# YOUR TASK
Where a line of the material includes the string "Dimension", copy that line.

# RECORD SET
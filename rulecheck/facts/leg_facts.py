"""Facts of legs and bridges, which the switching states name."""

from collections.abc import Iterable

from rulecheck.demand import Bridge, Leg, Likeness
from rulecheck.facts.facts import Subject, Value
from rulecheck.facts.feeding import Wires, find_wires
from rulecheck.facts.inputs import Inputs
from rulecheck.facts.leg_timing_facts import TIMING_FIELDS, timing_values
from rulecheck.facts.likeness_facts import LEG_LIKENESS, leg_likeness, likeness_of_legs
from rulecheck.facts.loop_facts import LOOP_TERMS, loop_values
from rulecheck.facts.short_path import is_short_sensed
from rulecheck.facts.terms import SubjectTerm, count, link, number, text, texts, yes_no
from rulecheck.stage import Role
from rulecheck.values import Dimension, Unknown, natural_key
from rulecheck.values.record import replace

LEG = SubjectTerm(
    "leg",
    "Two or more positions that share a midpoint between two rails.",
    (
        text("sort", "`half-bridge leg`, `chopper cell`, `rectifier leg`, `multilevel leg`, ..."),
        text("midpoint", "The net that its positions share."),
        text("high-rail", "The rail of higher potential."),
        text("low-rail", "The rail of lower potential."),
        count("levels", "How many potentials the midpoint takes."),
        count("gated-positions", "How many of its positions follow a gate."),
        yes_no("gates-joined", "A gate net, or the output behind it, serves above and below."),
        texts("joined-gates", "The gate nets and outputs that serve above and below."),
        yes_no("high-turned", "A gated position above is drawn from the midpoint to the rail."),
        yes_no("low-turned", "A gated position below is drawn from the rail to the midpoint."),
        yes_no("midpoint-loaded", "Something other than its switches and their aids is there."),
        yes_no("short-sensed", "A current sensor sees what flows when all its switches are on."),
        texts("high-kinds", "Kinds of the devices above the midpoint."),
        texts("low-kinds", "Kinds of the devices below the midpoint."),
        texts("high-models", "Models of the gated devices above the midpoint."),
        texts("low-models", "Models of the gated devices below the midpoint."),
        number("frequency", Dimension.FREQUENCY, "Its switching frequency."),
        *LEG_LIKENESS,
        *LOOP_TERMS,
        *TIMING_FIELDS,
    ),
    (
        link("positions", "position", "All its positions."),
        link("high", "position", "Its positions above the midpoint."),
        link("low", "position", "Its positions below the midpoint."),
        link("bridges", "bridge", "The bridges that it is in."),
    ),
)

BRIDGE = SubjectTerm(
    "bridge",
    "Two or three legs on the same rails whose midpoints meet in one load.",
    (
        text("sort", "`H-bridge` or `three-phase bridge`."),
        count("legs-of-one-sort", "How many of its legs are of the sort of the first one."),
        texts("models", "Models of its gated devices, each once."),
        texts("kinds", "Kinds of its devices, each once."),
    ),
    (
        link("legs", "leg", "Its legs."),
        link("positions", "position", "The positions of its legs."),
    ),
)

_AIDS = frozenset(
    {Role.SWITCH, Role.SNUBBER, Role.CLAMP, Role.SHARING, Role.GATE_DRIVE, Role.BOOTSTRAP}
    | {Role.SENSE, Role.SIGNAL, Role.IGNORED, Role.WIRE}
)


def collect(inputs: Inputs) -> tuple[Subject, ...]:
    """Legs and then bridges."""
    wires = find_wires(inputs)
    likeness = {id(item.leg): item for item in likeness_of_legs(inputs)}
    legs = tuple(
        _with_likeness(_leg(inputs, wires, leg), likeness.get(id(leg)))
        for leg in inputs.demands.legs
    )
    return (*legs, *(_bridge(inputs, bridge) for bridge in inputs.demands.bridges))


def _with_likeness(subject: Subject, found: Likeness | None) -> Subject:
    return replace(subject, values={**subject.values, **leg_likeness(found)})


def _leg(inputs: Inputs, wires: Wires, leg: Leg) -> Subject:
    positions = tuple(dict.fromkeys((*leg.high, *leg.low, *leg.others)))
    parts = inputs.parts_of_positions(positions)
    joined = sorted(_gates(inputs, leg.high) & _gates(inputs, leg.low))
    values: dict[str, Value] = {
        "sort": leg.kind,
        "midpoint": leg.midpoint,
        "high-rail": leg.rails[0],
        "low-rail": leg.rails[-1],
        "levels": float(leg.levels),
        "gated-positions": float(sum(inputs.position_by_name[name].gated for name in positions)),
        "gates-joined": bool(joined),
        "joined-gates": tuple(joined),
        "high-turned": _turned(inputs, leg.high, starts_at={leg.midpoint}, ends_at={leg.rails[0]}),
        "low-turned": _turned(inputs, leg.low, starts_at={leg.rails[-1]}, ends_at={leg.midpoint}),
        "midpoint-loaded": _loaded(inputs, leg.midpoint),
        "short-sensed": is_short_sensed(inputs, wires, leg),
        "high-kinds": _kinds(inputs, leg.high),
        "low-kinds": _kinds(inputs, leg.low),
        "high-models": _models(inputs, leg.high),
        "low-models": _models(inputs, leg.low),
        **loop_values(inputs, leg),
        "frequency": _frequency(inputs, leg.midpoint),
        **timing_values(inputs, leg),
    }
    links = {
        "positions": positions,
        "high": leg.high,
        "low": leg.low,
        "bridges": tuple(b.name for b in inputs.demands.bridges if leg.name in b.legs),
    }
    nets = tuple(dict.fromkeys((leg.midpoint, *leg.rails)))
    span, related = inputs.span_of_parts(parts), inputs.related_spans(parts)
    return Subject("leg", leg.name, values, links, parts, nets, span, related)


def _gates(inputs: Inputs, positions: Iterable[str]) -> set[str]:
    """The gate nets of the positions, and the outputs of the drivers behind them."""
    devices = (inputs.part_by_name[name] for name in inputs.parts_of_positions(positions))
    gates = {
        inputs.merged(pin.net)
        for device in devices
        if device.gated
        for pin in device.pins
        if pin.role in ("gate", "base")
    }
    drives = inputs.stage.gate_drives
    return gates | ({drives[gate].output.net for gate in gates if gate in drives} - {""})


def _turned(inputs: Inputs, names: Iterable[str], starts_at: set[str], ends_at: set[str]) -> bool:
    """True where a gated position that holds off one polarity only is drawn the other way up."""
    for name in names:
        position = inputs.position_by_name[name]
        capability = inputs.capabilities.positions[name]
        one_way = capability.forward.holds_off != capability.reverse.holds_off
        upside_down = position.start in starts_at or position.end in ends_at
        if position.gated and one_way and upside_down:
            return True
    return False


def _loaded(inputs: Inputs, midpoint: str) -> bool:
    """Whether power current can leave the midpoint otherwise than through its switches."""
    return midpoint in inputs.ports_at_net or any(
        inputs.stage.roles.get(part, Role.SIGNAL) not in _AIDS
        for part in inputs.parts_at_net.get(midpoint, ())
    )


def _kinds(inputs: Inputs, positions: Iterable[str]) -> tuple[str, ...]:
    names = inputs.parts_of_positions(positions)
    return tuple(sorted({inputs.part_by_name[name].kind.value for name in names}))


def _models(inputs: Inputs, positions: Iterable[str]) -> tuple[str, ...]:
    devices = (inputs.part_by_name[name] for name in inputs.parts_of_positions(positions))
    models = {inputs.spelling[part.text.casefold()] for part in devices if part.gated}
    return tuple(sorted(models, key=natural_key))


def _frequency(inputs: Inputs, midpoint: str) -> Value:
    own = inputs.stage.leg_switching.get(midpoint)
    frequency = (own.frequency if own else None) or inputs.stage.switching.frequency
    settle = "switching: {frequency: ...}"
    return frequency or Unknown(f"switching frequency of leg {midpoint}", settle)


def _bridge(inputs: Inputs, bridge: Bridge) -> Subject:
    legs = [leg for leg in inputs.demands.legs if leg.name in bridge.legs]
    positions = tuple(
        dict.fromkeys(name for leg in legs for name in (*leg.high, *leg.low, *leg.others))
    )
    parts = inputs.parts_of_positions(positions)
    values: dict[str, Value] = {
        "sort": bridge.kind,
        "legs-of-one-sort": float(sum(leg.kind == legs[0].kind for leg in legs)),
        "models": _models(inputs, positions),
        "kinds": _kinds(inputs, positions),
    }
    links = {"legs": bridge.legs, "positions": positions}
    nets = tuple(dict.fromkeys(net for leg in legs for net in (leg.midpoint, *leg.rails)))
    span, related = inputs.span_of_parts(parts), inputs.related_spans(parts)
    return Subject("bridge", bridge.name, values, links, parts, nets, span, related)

# SOLUTION TO THIS PROBLEM
from rulecheck.values import Dimension, Unknown, natural_key
        number("frequency", Dimension.FREQUENCY, "Its switching frequency."),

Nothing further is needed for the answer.